--- START ---

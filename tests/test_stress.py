"""Tests of the spectral stress solver, local resolved shear and the first crystal-plasticity step."""

from __future__ import annotations

import types

import numpy as np
import pandas as pd
import pytest
from scipy.spatial import cKDTree

from slipnet.crystal import (
    matrix_from_quat,
    quat_from_axis_angle,
    quat_from_euler,
    quat_rotate,
    random_quats,
    slip_systems,
)
from slipnet.errors import NumericalError, ParameterError
from slipnet.maps import OrientationMap
from slipnet.stress import (
    IRON_CONSTANTS,
    CubicConstants,
    directional_modulus,
    edge_concentration,
    grain_schmid_factors,
    grain_stress_table,
    local_resolved_shear,
    local_schmid_factors,
    rotate_stiffness,
    solve_elastic,
    stress_concentration,
    to_mandel,
    voigt_reuss_hill,
)
from slipnet.stress import _kernels as _k
from slipnet.stress.plasticity import explicit_plastic_reference as solve_plastic

PAIRS = [(0, 0), (1, 1), (2, 2), (1, 2), (0, 2), (0, 1)]


# ---------------------------------------------------------------------------- helpers
def uniform_map(q, shape=(8, 8), grid="square", indexed=None) -> OrientationMap:
    q = np.broadcast_to(np.asarray(q, float), (*shape, 4)).copy()
    ind = np.ones(shape, bool) if indexed is None else indexed
    q[~ind] = np.nan
    return OrientationMap(q, np.zeros(shape, int), np.ones(shape), ind, 1.0, grid=grid)


def periodic_voronoi(n: int, n_grains: int, seed: int) -> np.ndarray:
    """Grain labels of a periodic Voronoi tessellation on an n × n grid (seeds scale with n)."""
    rng = np.random.default_rng(seed)
    pts = rng.random((n_grains, 2))
    tiles = np.concatenate([pts + np.array([dx, dy]) for dx in (-1, 0, 1) for dy in (-1, 0, 1)])
    yy, xx = (np.mgrid[0:n, 0:n] + 0.5) / n
    _, idx = cKDTree(tiles).query(np.c_[xx.ravel(), yy.ravel()])
    return (idx % n_grains).reshape(n, n)


def polycrystal(n: int, n_grains: int = 50, seed: int = 0) -> tuple[OrientationMap, np.ndarray]:
    labels = periodic_voronoi(n, n_grains, seed)
    q = random_quats(n_grains, seed=seed + 1)[labels]
    return OrientationMap(q, np.zeros((n, n), int), np.ones((n, n)), np.ones((n, n), bool), 1.0), labels


def voigt_matrix(c4: np.ndarray) -> np.ndarray:
    """Voigt 6 × 6 (engineering shear) of a 4th-order tensor, written out independently of the module."""
    v = np.empty((6, 6))
    for a, (i, j) in enumerate(PAIRS):
        for b, (k, m) in enumerate(PAIRS):
            v[a, b] = c4[i, j, k, m]
    return v


def sample_tensor(constants: CubicConstants, q) -> np.ndarray:
    """C^s_ijkl = g_pi g_qj g_rk g_sl C^c_pqrs with v_c = g v_s (independent einsum rotation)."""
    g = matrix_from_quat(np.asarray(q, float))
    return np.einsum("pi,qj,rk,sl,pqrs->ijkl", g, g, g, g, constants.tensor())


# ---------------------------------------------------------------------------- elastic constants
def test_rotate_stiffness_matches_einsum_rotation():
    qs = random_quats(5, seed=3)
    got = rotate_stiffness(IRON_CONSTANTS, qs)
    w = np.array([1, 1, 1, np.sqrt(2), np.sqrt(2), np.sqrt(2)])
    for q, m in zip(qs, got, strict=True):
        ref = voigt_matrix(sample_tensor(IRON_CONSTANTS, q)) * np.outer(w, w)  # Voigt → Mandel weights
        np.testing.assert_allclose(m, ref, rtol=0, atol=1e-9)


def test_rotated_kernel_matches_its_python_version():
    # the compiled kernel and its plain-Python source agree (jitted kernels tested through .py_func)
    q = random_quats(3, seed=4)
    a, b = np.empty((3, 6, 6)), np.empty((3, 6, 6))
    args = (q, np.array([0, -1, 0]), IRON_CONSTANTS.mandel()[None], 0.1 * np.eye(6), _k.MANDEL_PAIRS)
    _k.stiffness_field(*args, a)
    _k.stiffness_field.py_func(*args, b)
    np.testing.assert_allclose(a, b, atol=1e-12)
    np.testing.assert_allclose(a[1], 0.1 * np.eye(6))


def test_directional_modulus_iron():
    # E<100> ≈ 132 GPa, E<111> ≈ 283 GPa for α-iron with these constants (Nye 1957 formula;
    # Hirth & Lothe 1982, Theory of Dislocations, quote about 132 and 283 GPa — from memory)
    assert directional_modulus(IRON_CONSTANTS, [1, 0, 0]) == pytest.approx(132.3, abs=0.5)
    assert directional_modulus(IRON_CONSTANTS, [1, 1, 1]) == pytest.approx(283.3, abs=1.0)
    # isotropic crystal (Zener ratio 1): E independent of direction and equal to 9KG/(3K+G)
    iso = CubicConstants(200.0, 100.0, 50.0)
    assert iso.anisotropy == pytest.approx(1.0)
    e_iso = voigt_reuss_hill(iso)["young_hill_gpa"]
    for d in ([1, 0, 0], [1, 1, 0], [1, 2, 3]):
        assert directional_modulus(iso, d) == pytest.approx(e_iso, rel=1e-12)


def test_iron_anisotropy_ratio():
    # Zener ratio of α-iron about 2.4 (Hirth & Lothe 1982 — from memory)
    assert IRON_CONSTANTS.anisotropy == pytest.approx(2.41, abs=0.02)


# ---------------------------------------------------------------------------- single crystal
@pytest.mark.parametrize("direction", [(1, 0, 0), (1, 1, 0), (1, 1, 1)])
def test_single_crystal_applied_stress_and_directional_modulus(direction):
    # a crystal oriented so that the sample x axis is the crystal direction: then E_app along x
    # must be Nye's directional modulus (Nye 1957, Physical Properties of Crystals)
    d = np.asarray(direction, float) / np.linalg.norm(direction)
    x = np.array([1.0, 0.0, 0.0])
    axis = np.cross(x, d)
    ang = np.degrees(np.arccos(np.clip(x @ d, -1, 1)))
    q = quat_from_axis_angle(axis if np.linalg.norm(axis) > 0 else [0, 0, 1], ang)
    np.testing.assert_allclose(quat_rotate(q, x), d, atol=1e-12)  # v_crystal = g v_sample
    for grid in ("square", "hex"):
        f = solve_elastic(uniform_map(q, (6, 10), grid=grid), x, stress=150.0, tol=1e-8)
        np.testing.assert_allclose(f.stress, np.broadcast_to(f.applied_tensor, f.stress.shape), atol=1e-9)
        assert f.apparent_modulus == pytest.approx(directional_modulus(IRON_CONSTANTS, d), rel=1e-10)
        assert f.residual <= 1e-8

--- END ---

§ What you should do
Line count for "atol": give the number of lines in the data above that include it, and nothing else.

§ Solution below
4